With all the people building UDS's lately, I thought that a weekend UDS build off would be fun.

This would be for new builds only. Existing UDS's would not be able to be submitted. Building time constraints would be from Saturday at 12:00AM to midnite Sunday. 

Rules would be something along the lines of:

-Must have raw barrel to begin with.
-All non-assembled pieces must me shown on morning of the build.
-No welding allowed (This is to keep things fair as many people don't have a welder) Other power tools are allowed.
-There should be some kind of budget as well. (Not including the drum)
-At Midnight on Friday a word or phrase could be submitted and all pictures must include a piece of paper with that word or phrase in it. (To ensure the build takes place that weekend)
-Any other rules that are reasonable could be added.

What does everyone think?

Any ideas on when a good weekend would be?

Also, maybe a piece of SMF paraphernalia could be awarded to the winner.

Voting could take place from Monday through Wednesday?
Details can be further worked out. 

I think a few weeks for people to get supplies would be best. Maybe October 25 and 26?


----------



## big game cook (Sep 29, 2008)

aw man. i got to build another one lol
	

	
	
		
		



		
			






sounds cool i just dont know if i could afford another one that soon.

im a maybe.


----------



## richtee (Sep 29, 2008)

Well, as much as I'd like to build one... I'd find it difficult to do it under a time constraint.
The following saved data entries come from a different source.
"""Generate the demo scenario: frost alerts in a cooperative of hill orchards.

Twelve weather stations, one per orchard, each learn from their own evening
readings whether the coming night will freeze (label 1) or not (label 0). The
stations share one model but reach the cooperative's server over a metered
cellular uplink, so every bit they send costs money. The data are invented:
a seeded generator draws station climates, nightly weather and the frost
outcome from a hidden logistic rule.

Features (38), in the units the stations report them (so their scales spread
over two orders of magnitude, as raw sensor data do): five strongly
correlated evening temperatures (16:00-20:00, degrees C), dew point (degrees
C), relative humidity (fraction), wind speed (m/s), cloud cover (fraction),
soil temperature (degrees C), pressure change (hPa), snow cover flag,
elevation (km) and slope aspect of the station, 12 month indicators and 12
weather-type indicators (one-hot, so the file is sparse).

    python make_data.py --out stations.svm [--nights 600] [--seed 7] [--drift 0.0] [--scale 1.0]
"""

from __future__ import annotations

import argparse
import os
import tempfile
from pathlib import Path

import numpy as np

N_STATIONS = 12


def generate(*, nights: int, seed: int, drift: float = 0.0) -> tuple[np.ndarray, np.ndarray]:
    """Rows (stations x nights, 38) and 0/1 frost labels, station by station."""
    rng = np.random.default_rng(seed)
    elevation = rng.uniform(0.2, 1.6, N_STATIONS)  # km
    aspect = rng.uniform(-1.0, 1.0, N_STATIONS)  # -1 north .. 1 south facing
    base_temp = 9.0 - 5.5 * elevation + 2.0 * aspect + rng.normal(0, 1.0, N_STATIONS)
    rows, labels = [], []
    w_hidden = None
    for s in range(N_STATIONS):
        month = rng.integers(0, 12, nights)
        season = np.cos(2 * np.pi * (month - 0.5) / 12.0)  # +1 in winter
        t16 = base_temp[s] - 7.0 * season + rng.normal(0, 3.0, nights) + drift
        temps = [t16]
        for _ in range(4):  # each hour cools a little: strongly correlated features
            temps.append(temps[-1] - rng.uniform(0.4, 1.4, nights))
        temps = np.array(temps).T
        humidity = np.clip(rng.beta(5, 3, nights) + 0.05 * season, 0, 1)
        dew = temps[:, -1] - (1.0 - humidity) * 12.0
        wind = rng.gamma(2.0, 1.5, nights)
        cloud = rng.beta(1.2, 1.5, nights)
        soil = temps[:, 0] * 0.6 + rng.normal(0, 1.5, nights)
        dpress = rng.normal(0, 4.0, nights)
        snow = (rng.random(nights) < np.clip(0.25 * season - 0.05 + 0.2 * elevation[s], 0, 1)).astype(float)
        wtype = rng.integers(0, 12, nights)
        dense = np.column_stack([
            temps, dew, humidity, wind, cloud, soil,
            dpress, snow, np.full(nights, elevation[s]), np.full(nights, aspect[s]),
        ])
        onehot = np.zeros((nights, 24))
        onehot[np.arange(nights), month] = 1.0
        onehot[np.arange(nights), 12 + wtype] = 1.0
        x = np.hstack([dense, onehot])
        unit = np.concatenate([[10.0] * 5, [10.0, 1.0, 5.0, 1.0, 10.0, 10.0, 1.0, 1.0, 1.0], np.ones(24)])
        if w_hidden is None:
            w_hidden = np.concatenate([
                [-0.6, -0.8, -1.0, -1.4, -2.2], [-1.2], [0.8], [-0.9], [-1.6], [-0.7],
                [0.3], [0.9], [0.5], [-0.4], rng.normal(0, 0.4, 24),
            ])
        # The hidden rule sees the readings on a common scale (x / unit).
        logit = (x / unit) @ w_hidden + 1.2 + rng.normal(0, 0.3, nights)
        y = (rng.random(nights) < 1.0 / (1.0 + np.exp(-logit))).astype(int)
        rows.append(x)
        labels.append(y)
    return np.vstack(rows), np.concatenate(labels)


def write_svmlight(path: Path, X: np.ndarray, y: np.ndarray) -> None:
    """svmlight text, 1-based indices, zeros omitted; written atomically."""
    lines = ["# frost alerts: 12 orchard stations, label 1 = frost tonight (generated)"]
    for xi, yi in zip(X, y):
        nz = np.flatnonzero(xi)
        lines.append(f"{yi} " + " ".join(f"{j + 1}:{xi[j]:.6g}" for j in nz))
    path.parent.mkdir(parents=True, exist_ok=True)
    fd, tmp = tempfile.mkstemp(dir=path.parent, prefix=".tmp-")
    try:
        with os.fdopen(fd, "w") as fh:
            fh.write("\n".join(lines) + "\n")
            fh.flush()
            os.fsync(fh.fileno())
        os.replace(tmp, path)
    except BaseException:
        os.unlink(tmp)
        raise


def main() -> int:
    ap = argparse.ArgumentParser(description=__doc__.splitlines()[0])
    ap.add_argument("--out", type=Path, default=Path(__file__).with_name("stations.svm"))
    ap.add_argument("--nights", type=int, default=600)
    ap.add_argument("--seed", type=int, default=7)
    ap.add_argument("--drift", type=float, default=0.0, help="warm every evening by this many degrees")
    ap.add_argument("--scale", type=float, default=1.0,
                    help="multiply every reading by this factor (a firmware update that changes units)")
    args = ap.parse_args()
    X, y = generate(nights=args.nights, seed=args.seed, drift=args.drift)
    X = X * args.scale
    write_svmlight(args.out, X, y)
    print(f"wrote {args.out} ({X.shape[0]} nights x {X.shape[1]} features, {y.mean():.0%} frost)")
    return 0


if __name__ == "__main__":
    raise SystemExit(main())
Especially dedicating a weekend. Now...if yer on a mission and have the time and resources, great. But I'd think most folk will have a hard time with that. Why not a couple week window?


----------



## bcfishman (Sep 29, 2008)

How about one week?

Building can begin on saturday and submitted photos must be in before midnight on Friday?

AFFORD ANOTHER ONE? IN YOUR POST YOU SAID YOU GOT NEARLY EVERYTHING FOR FREE?!?!?!?1


----------



## wutang (Sep 29, 2008)

I know those handles cost you quite a bit. 
	

	
	
		
		



		
		
	


	




I guess it might be tough to kill another part doner and still get it ready in time. J/K


I just got my barrel yesterday but don't know if I will be ready to build it for a little while yet.


----------



## big game cook (Sep 30, 2008)

ya i did. but it would be hard to get another round free. the paint i could and i have another handle set of casters and wheels ect...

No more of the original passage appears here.